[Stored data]
▬▬▬▬▬▬▬▬▬▬

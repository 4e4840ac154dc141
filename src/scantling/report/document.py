"""From report record to JSON document: schema scantling-report/1. Nothing is computed here."""

from __future__ import annotations

import json
from typing import TYPE_CHECKING, Any

from scantling.law.families import ErrorLaw, Fit
from scantling.planning.remedies import Remedy
from scantling.report.budget_document import beyond, budget_part, estimate, receipt_part, run_part
from scantling.report.diagnosis_document import diagnosis_part
from scantling.report.values import noted, number

if TYPE_CHECKING:
    from scantling.report.record import Diagnosed, HasLaw, Report

SCHEMA = "scantling-report/1"


def report_json(report: Report) -> str:
    """The document as text, two-space indent, keys in the order of the contract."""
    return json.dumps(document(report), indent=2, ensure_ascii=False, allow_nan=False) + "\n"


def document(report: Report) -> dict[str, Any]:
    """The document as plain dictionaries and lists."""
    return {
        "schema": SCHEMA,
        "title": report.design.title,
        "design": design_part(report),
        "diagnosis": diagnosis_part(report),
        "law": law_part(report),
        "budget": budget_part(report.budget, report.read.names),
        "stress": []
        if report.stress is None
        else [run_part(run, report.read.names) for run in report.stress.runs],
        "remedies": [remedy_part(remedy, report.read.names) for remedy in report.remedies],
        "verdict": {
            "answer": report.verdict.answer,
            "cover": report.verdict.cover,
            "reasons": list(report.verdict.reasons),
        },
        "cautions": list(cautions(report)),
        "receipt": receipt_part(report.receipt),
    }


def cautions(report: Report) -> tuple[str, ...]:
    """What always has to be said, and what this sample adds."""
    from scantling.report.wording import ALWAYS

    spans: tuple[str, ...] = ()
    if report.read.rows_dropped and report.read.rows_lost:
        spans = ("Rows were dropped, so lags may span more than one step of time.",)
    if report.read.rows_lost and report.design.data.time is None:
        spans += ("There is no time column: lags follow the order of rows in the file.",)
    proved = report.budget.assured
    assured = () if proved.columns is not None else (f"No columns are assured: {proved.note}.",)
    return (*report.diagnosis.warnings, *spans, *assured, *ALWAYS)


def design_part(report: Diagnosed) -> dict[str, Any]:
    """The design as read."""
    design, read = report.design, report.read
    return {
        "rows": read.rows,
        "columns": len(read.names),
        "kind": design.kind,
        "response": design.data.response,
        "loss": design.penalty.loss,
        "rule": design.penalty.rule,
        "raw_columns": read.raw_columns,
        "rows_dropped": read.rows_dropped,
        "rows_lost": read.rows_lost,
        "skipped": list(read.skipped),
        "dropped": [{"column": name, "reason": reason} for name, reason in read.dropped],
        "time_ordered": read.time_ordered,
        "explained": number(read.explained),
        "pilot_columns": list(read.pilot_columns),
        "target": {
            key: number(getattr(design.target, key))
            for key in ("relevant", "smallest_effect", "risk", "power", "stability", "false_share")
        },
        "replicates": design.simulation.replicates,
    }


def law_part(report: HasLaw) -> dict[str, Any]:
    """The error law and its fit."""
    law = report.law
    path = law.volatility
    volatility: dict[str, Any] = {"volatility": None, "volatility_note": "constant"}
    if path is not None:
        volatility = {
            "volatility": {
                "kind": path.kind,
                "omega": number(path.omega),
                "alpha": number(path.alpha),
                "beta": number(path.beta),
                "leverage": number(path.leverage),
                "persistence": number(path.persistence),
                **noted("tail_index", path.tail_index, "no finite index implied"),
            }
        }
    note = law.fit.note or "not tested"
    return {
        "family": law.family,
        "parameters": {k: number(v) for k, v in law.parameters.items()},
        **volatility,
        **autoregression_part(law),
        **noted("tail_index", law.tail_index, "no finite index"),
        "fit": {
            **noted("distance", law.fit.distance, note),
            **noted("p_value", law.fit.p_value, note),
            "candidates": [
                {
                    "family": each.family,
                    "score": number(each.score),
                    "tail_score": number(each.tail_score),
                }
                for each in law.fit.candidates
            ],
            "note": law.fit.note,
        },
        **_runner_up(law.fit),
    }


def autoregression_part(law: ErrorLaw) -> dict[str, Any]:
    """Coefficients of the levels, if they persist."""
    path = law.autoregression
    if path is None:
        return {"autoregression": None, "autoregression_note": "levels are not shown to persist"}
    return {
        "autoregression": {
            "coefficients": [number(float(value)) for value in path.coefficients],
            "root": number(path.root),
            "variance_gain": number(path.gain),
        }
    }


def _runner_up(fit: Fit) -> dict[str, Any]:
    """The family next in line and by how much, in log-likelihood out of sample."""
    if not fit.runner_up:
        return {"runner_up": None, "runner_up_note": "no other family was tried"}
    note = "the law was taken because the runner-up is rejected"
    return {
        "runner_up": {
            "family": fit.runner_up,
            **noted("margin", fit.margin, note),
            **noted("margin_error", fit.margin_error, note),
        }
    }


def remedy_part(remedy: Remedy, names: tuple[str, ...]) -> dict[str, Any]:
    """One remedy; `names` are those of the present columns."""
    allowed = remedy.allowed
    notes = [remedy.price]
    if not remedy.refitted:
        notes.append("noise and signal only; selection not simulated")
    note = allowed.note if allowed.columns is None else "a point value"
    return {
        "remedy": remedy.name,
        "columns": remedy.columns,
        "allowed_columns": allowed.columns,
        **({"allowed_columns_note": allowed.note} if allowed.note else {}),
        **noted("low", allowed.low, note),
        **noted("high", allowed.high, note if allowed.low is None else beyond(allowed)),
        "risk_at_design": estimate(remedy.risk_at_design),
        "answer": remedy.answer,
        **({"parts": list(remedy.parts)} if remedy.parts else {}),
        **({"dropped": [names[j] for j in remedy.dropped]} if remedy.dropped else {}),
        "note": "; ".join(notes),
    }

▬▬▬▬▬▬▬▬▬▬

I would like you to return every entry exactly, with nothing changed.

■ **REPLY**
repository 4e4840ac154dc141
filename src/scantling/report/document.py
"""From report record to JSON document: schema scantling-report/1. Nothing is computed here."""

from __future__ import annotations

import json
from typing import TYPE_CHECKING, Any

from scantling.law.families import ErrorLaw, Fit
from scantling.planning.remedies import Remedy
from scantling.report.budget_document import beyond, budget_part, estimate, receipt_part, run_part
from scantling.report.diagnosis_document import diagnosis_part
from scantling.report.values import noted, number

if TYPE_CHECKING:
    from scantling.report.record import Diagnosed, HasLaw, Report

SCHEMA = "scantling-report/1"


def report_json(report: Report) -> str:
    """The document as text, two-space indent, keys in the order of the contract."""
    return json.dumps(document(report), indent=2, ensure_ascii=False, allow_nan=False) + "\n"


def document(report: Report) -> dict[str, Any]:
    """The document as plain dictionaries and lists."""
    return {
        "schema": SCHEMA,
        "title": report.design.title,
        "design": design_part(report),
        "diagnosis": diagnosis_part(report),
        "law": law_part(report),
        "budget": budget_part(report.budget, report.read.names),
        "stress": []
        if report.stress is None
        else [run_part(run, report.read.names) for run in report.stress.runs],
        "remedies": [remedy_part(remedy, report.read.names) for remedy in report.remedies],
        "verdict": {
            "answer": report.verdict.answer,
            "cover": report.verdict.cover,
            "reasons": list(report.verdict.reasons),
        },
        "cautions": list(cautions(report)),
        "receipt": receipt_part(report.receipt),
    }


def cautions(report: Report) -> tuple[str, ...]:
    """What always has to be said, and what this sample adds."""
    from scantling.report.wording import ALWAYS

    spans: tuple[str, ...] = ()
    if report.read.rows_dropped and report.read.rows_lost:
        spans = ("Rows were dropped, so lags may span more than one step of time.",)
    if report.read.rows_lost and report.design.data.time is None:
        spans += ("There is no time column: lags follow the order of rows in the file.",)
    proved = report.budget.assured
    assured = () if proved.columns is not None else (f"No columns are assured: {proved.note}.",)
    return (*report.diagnosis.warnings, *spans, *assured, *ALWAYS)


def design_part(report: Diagnosed) -> dict[str, Any]:
    """The design as read."""
    design, read = report.design, report.read
    return {
        "rows": read.rows,
        "columns": len(read.names),
        "kind": design.kind,
        "response": design.data.response,
        "loss": design.penalty.loss,
        "rule": design.penalty.rule,
        "raw_columns": read.raw_columns,
        "rows_dropped": read.rows_dropped,
        "rows_lost": read.rows_lost,
        "skipped": list(read.skipped),
        "dropped": [{"column": name, "reason": reason} for name, reason in read.dropped],
        "time_ordered": read.time_ordered,
        "explained": number(read.explained),
        "pilot_columns": list(read.pilot_columns),
        "target": {
            key: number(getattr(design.target, key))
            for key in ("relevant", "smallest_effect", "risk", "power", "stability", "false_share")
        },
        "replicates": design.simulation.replicates,
    }


def law_part(report: HasLaw) -> dict[str, Any]:
    """The error law and its fit."""
    law = report.law
    path = law.volatility
    volatility: dict[str, Any] = {"volatility": None, "volatility_note": "constant"}
    if path is not None:
        volatility = {
            "volatility": {
                "kind": path.kind,
                "omega": number(path.omega),
                "alpha": number(path.alpha),
                "beta": number(path.beta),
                "leverage": number(path.leverage),
                "persistence": number(path.persistence),
                **noted("tail_index", path.tail_index, "no finite index implied"),
            }
        }
    note = law.fit.note or "not tested"
    return {
        "family": law.family,
        "parameters": {k: number(v) for k, v in law.parameters.items()},
        **volatility,
        **autoregression_part(law),
        **noted("tail_index", law.tail_index, "no finite index"),
        "fit": {
            **noted("distance", law.fit.distance, note),
            **noted("p_value", law.fit.p_value, note),
            "candidates": [
                {
                    "family": each.family,
                    "score": number(each.score),
                    "tail_score": number(each.tail_score),
                }
                for each in law.fit.candidates
            ],
            "note": law.fit.note,
        },
        **_runner_up(law.fit),
    }


def autoregression_part(law: ErrorLaw) -> dict[str, Any]:
    """Coefficients of the levels, if they persist."""
    path = law.autoregression
    if path is None:
        return {"autoregression": None, "autoregression_note": "levels are not shown to persist"}
    return {
        "autoregression": {
            "coefficients": [number(float(value)) for value in path.coefficients],
            "root": number(path.root),
            "variance_gain": number(path.gain),
        }
    }


def _runner_up(fit: Fit) -> dict[str, Any]:
    """The family next in line and by how much, in log-likelihood out of sample."""
    if not fit.runner_up:
        return {"runner_up": None, "runner_up_note": "no other family was tried"}
    note = "the law was taken because the runner-up is rejected"
    return {
        "runner_up": {
            "family": fit.runner_up,
            **noted("margin", fit.margin, note),
            **noted("margin_error", fit.margin_error, note),
        }
    }


def remedy_part(remedy: Remedy, names: tuple[str, ...]) -> dict[str, Any]:
    """One remedy; `names` are those of the present columns."""
    allowed = remedy.allowed
    notes = [remedy.price]
    if not remedy.refitted:
        notes.append("noise and signal only; selection not simulated")
    note = allowed.note if allowed.columns is None else "a point value"
    return {
        "remedy": remedy.name,
        "columns": remedy.columns,
        "allowed_columns": allowed.columns,
        **({"allowed_columns_note": allowed.note} if allowed.note else {}),
        **noted("low", allowed.low, note),
        **noted("high", allowed.high, note if allowed.low is None else beyond(allowed)),
        "risk_at_design": estimate(remedy.risk_at_design),
        "answer": remedy.answer,
        **({"parts": list(remedy.parts)} if remedy.parts else {}),
        **({"dropped": [names[j] for j in remedy.dropped]} if remedy.dropped else {}),
        "note": "; ".join(notes),
    }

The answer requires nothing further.